なるべく離れてやり過ごそうと思っていたが、なぜだかハチは、義勇に懐いてしまったらしい。前に逢いに行ったときなど、義勇の顔を見た途端にころりと転がり、腹をみせて降参ポーズをしてみせた。
内心驚きつつ困っていた義勇とは裏腹に、炭治郎と禰豆子は、凄い凄いと大はしゃぎでハチをなでまわしていた。
義勇さんもなでてあげてくださいと言われても、近づきたくない。
錆兎と真菰はと言えば、クスクスと笑いながらも、ハチと義勇の間に入って炭治郎たちと一緒にハチをなでていた。気を遣われているなとは思ったが、炭治郎や禰豆子の前で、犬は怖いから嫌だなど言えるはずもない。
なので義勇はただ立っていただけなのだけれど、ハチは自分を取り押さえた義勇をボスと決めてしまったみたいだ。しきりと義勇にかまわれたがる。
どうしてこうなったんだろう。心のなかだけで義勇はちょっと首をひねった。
二人で行くはずの墓参りは、なぜだか両家の全員で行く流れになった。炭治郎はそれを残念がっているように見えたので、ならばと内緒で犬に逢うことを提案したのだ。犬に近づくのは気が進まないが、炭治郎が喜んでくれるならと思ったから。
炭治郎はきっと犬が好きだろうと思ったし、あの犬ぐらいしか、接点のない子供と逢う理由を義勇は見つけられなかった。
結論を言えば、二人だけでというのは、無謀な約束でしかなかったわけだが。
それでも炭治郎はうれしそうだったし、錆兎や真菰も、禰豆子だって同様だ。それぞれ犬と仲良くなり、楽しそうだったので良しとする。

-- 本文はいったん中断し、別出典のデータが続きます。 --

/**
 * Choose each runner's cutter (the one below or above its continuous size) by diving
 * on the linear model around the continuous optimum: runners are fixed one at a time,
 * largest relative rounding first, each to the side whose LP (gates and the runners
 * not yet fixed free within their bounds and cutter intervals) predicts the lower
 * merit. Returns the design the last LP proposes, or undefined when an LP fails.
 */
async function diveRunnerCutters(
  space: DesignSpace,
  e: DesignEvaluation,
  s: Sensitivities,
  solver: LpSolver,
  o: { epsilon: number; V0: number; catalogue: CutterCatalogue },
): Promise<Float64Array | undefined> {
  const steelSafe = space.scenario.goals.mode === "steel_safe";
  const lower = space.variables.map((v) => v.lower);
  const upper = space.variables.map((v) => v.upper);
  const options: { j: number; sides: number[]; spread: number }[] = [];
  space.variables.forEach((v, j) => {
    if (v.kind !== "runner") return;
    const { below, above, exact } = neighbouringSizes(o.catalogue, e.x[j]);
    let sides = exact
      ? [exact.size]
      : [below?.size, above?.size].filter((x): x is number =>
        x !== undefined && x >= v.lower * (1 - 1e-9) && x <= v.upper * (1 + 1e-9)
      );
    if (steelSafe) sides = sides.filter((x) => x >= v.current * (1 - 1e-9));
    if (sides.length === 0) sides = [above?.size ?? below?.size ?? e.x[j]];
    lower[j] = Math.min(...sides);
    upper[j] = Math.max(...sides);
    options.push({ j, sides, spread: Math.log(upper[j] / lower[j]) });
  });
  options.sort((a, b) => b.spread - a.spread);
  let last: Float64Array | undefined;
  const solveWith = async () => {
    const program = buildProgram(space, e, s, {
      radius: 1,
      epsilon: o.epsilon,
      limitShare: LP_LIMIT_SHARE,
      V0: o.V0,
      bounds: { lower, upper },
      exactBounds: true,
    });
    const lp = await solver.solve(program.lp, { timeLimitSeconds: 20 });
    if (lp.status !== "optimal") return undefined;
    return {
      objective: lp.objective,
      x: Float64Array.from(space.variables, (_, j) => e.x[j] * Math.exp(lp.x[j])),
    };
  };
  for (const { j, sides } of options) {
    let best: { objective: number; x: Float64Array; side: number } | undefined;
    for (const side of sides) {
      lower[j] = side;
      upper[j] = side;
      const r = await solveWith();
      if (r && (!best || r.objective < best.objective - 1e-12)) best = { ...r, side };
    }
    if (!best) return undefined;
    lower[j] = best.side;
    upper[j] = best.side;
    last = best.x;
  }
  if (!last) return undefined;
  // Exact cutter sizes for the runners (the LP's exp/log round trip is not).
  for (const { j } of options) last[j] = lower[j];
  return last;
}

/**
 * Relax-and-fix for the runner cutters: among the runners whose fed runners are
 * all fixed, fix the one whose continuous size is nearest a permitted cutter
 * (never smaller than a runner it feeds), re-balance every size still free (a short SLP from
 * the current design), and repeat until every runner is on a cutter; then snap the
 * gates. Costlier than the dive (one short SLP per runner) and surer, because each
 * rounding is absorbed by sizes that are still free on the full model.
 */
async function relaxAndFixRunners(
  scenario: Scenario,
  space: DesignSpace,
  continuous: DesignEvaluation,
  options: OptimizeBalanceOptions,
): Promise<SnapReport | undefined> {
  const catalogue = cutterCatalogue(scenario.goals.cutters);
  if (catalogue.kind !== "discrete") return undefined;
  const steelSafe = scenario.goals.mode === "steel_safe";
  const epsilon = scenario.goals.max_imbalance_percent / 100;
  const V0 = continuous.runnerVolume;
  const judgeOf = (e: DesignEvaluation) =>
    e.runnerVolume / V0 + PENALTY * (violation(e, epsilon, { split: false }) +
        violation(e, epsilon, { split: false, shear: "peak" }));
  const work: Scenario = structuredClone(scenario);
  const sizes = new Map(space.variables.map((v, j) => [v.element, continuous.x[j]]));
  const labels = new Map<string, string>();
  let simulations = 0;
  for (;;) {
    let pick:
      | { v: (typeof space.variables)[number]; sides: Cutter[]; gap: number }
      | undefined;
    for (const v of space.variables) {
      if (v.kind !== "runner" || labels.has(v.element)) continue;
      // Leaves first: a runner is fixed once every runner it feeds is, so its cutter can
      // respect the feed order.
      const feedsUnfixed = space.ordering.some((rule) =>
        space.variables[rule.upstream] === v &&
        !labels.has(space.variables[rule.downstream].element)
      );
      if (feedsUnfixed) continue;
      const x = sizes.get(v.element)!;
      const { below, above, exact } = neighbouringSizes(catalogue, x);
      const allowed = (exact ? [exact] : [below, above]).filter((c): c is Cutter =>
        c !== undefined && c.size >= v.lower * (1 - 1e-9) && c.size <= v.upper * (1 + 1e-9) &&
        (!steelSafe || c.size >= v.current * (1 - 1e-9))
      );
      // Never against the feed order with a runner already on its cutter.
      const fedSize = Math.max(
        0,
        ...space.ordering.filter((rule) => space.variables[rule.upstream] === v).map((rule) =>
          sizes.get(space.variables[rule.downstream].element)!
        ),
      );
      let sides = allowed.filter((c) => c.size >= fedSize * (1 - 1e-9));
      if (sides.length === 0) {
        // Both neighbours are smaller than a runner this one feeds: the next cutter up that is not.
        const up = catalogue.cutters.find((c) =>
          c.size >= fedSize * (1 - 1e-9) && c.size <= v.upper * (1 + 1e-9)
        );
        sides = up ? [up] : allowed;
      }
      if (sides.length === 0) return undefined;
      sides.sort((a, b) => Math.abs(Math.log(a.size / x)) - Math.abs(Math.log(b.size / x)));
      const gap = Math.abs(Math.log(sides[0].size / x));
      if (!pick || gap < pick.gap) pick = { v, sides, gap };
    }
    if (!pick) break;
    if (options.cancelled?.()) return undefined;
    const v = pick.v;
    labels.set(v.element, "");
    work.runners[v.index].adjustable = false;
    const free = space.variables.filter((u) => u.kind === "gate" || !labels.has(u.element));
    // Nearest cutter first; the other side only when the nearest leaves a limit broken.
    let best: { cutter: Cutter; sizes: Map<string, number>; score: number } | undefined;
    for (const cutter of pick.sides) {
      work.runners[v.index].diameter_mm = mToMm(cutter.size);
      const trial = new Map(sizes);
      trial.set(v.element, cutter.size);
      let score = 0;
      if (free.length > 0) {
        const sub = await optimizeBalance(work, {
          solver: options.solver,
          cancelled: options.cancelled,
          continuousOnly: true,
          maxIterations: 8,
          start: trial,
        });
        if (!sub.ok) continue;
        simulations += sub.outcome.simulations;
        const e = sub.outcome.continuous;
        sub.outcome.space.variables.forEach((u, j) => trial.set(u.element, e.x[j]));
        score = judgeOf(e);
        if (!best || score < best.score) best = { cutter, sizes: trial, score };
        if (e.feasible) break;
      } else {
        best = { cutter, sizes: trial, score };
        break;
      }
    }
    if (!best) return undefined;
    work.runners[v.index].diameter_mm = mToMm(best.cutter.size);
    labels.set(v.element, best.cutter.label);
    for (const [k, value] of best.sizes) sizes.set(k, value);
  }
  // Gates last: the usual snapping on the space of the gates alone.
  const gateOnly = optimizeBalanceSpaceAt(work, sizes);
  if (!gateOnly) return undefined;
  const gateSnap = snapDesign(gateOnly.space, gateOnly.evaluation, undefined, {
    merit: judgeOf,
  });
  simulations += gateOnly.simulations + gateSnap.simulations + 1;
  // Judged again in the full space, where the feed-order rules between runners apply.
  const full = evaluateDesign(space, remap(space, gateOnly.space, gateSnap.evaluation).x);
  if (!full.ok) return undefined;
  const evaluation = full.evaluation;
  const choices = [
    ...space.variables.flatMap((v, j) =>
      v.kind === "runner"
        ? [{
          element: v.element,
          continuous: continuous.x[j],
          snapped: sizes.get(v.element)!,
          label: labels.get(v.element) ?? `${mToMm(sizes.get(v.element)!)} mm`,
        }]
        : []
    ),
    ...gateSnap.choices,
  ];
  return { evaluation, choices, simulations, message: gateSnap.message };
}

炭治郎は義勇のことをヒーローだとしきりに言うが、炭治郎こそ、義勇にとっては恩人だと思う。
だって、思い出させてくれた。大切な言葉を。姉が自分に向けていてくれた愛を。
姉がいつも笑ってくれていたのは、義勇にも笑っていてほしいからだと、わかっていたはずなのに。義勇だって大好きな姉に笑っていてほしくて、いつも笑っていようと思っていたというのに。
すべてから目を逸らして、自分を慕ってくれている錆兎や真菰、思いやってくれる鱗滝をも悲しませていた。せめて心配させまいとどうにか暮らしてはいたが、それが義勇の限界だった。
自分が笑えなければ、姉も、錆兎たちも、心から笑ってくれることなどないのだ。それをずっと、炭治郎と出逢うまでずっと、忘れていた。
自分を責めて殻に閉じこもった義勇の手を取り、黒い靄に満たされた義勇の心に、光を灯してくれた子供。義勇が迷子になったなら絶対に迎えに行くと約束してくれた、炭治郎。
そして思い出したのだ。義勇を慈しんでくれる人たちが、義勇に一番に望んでいたことを。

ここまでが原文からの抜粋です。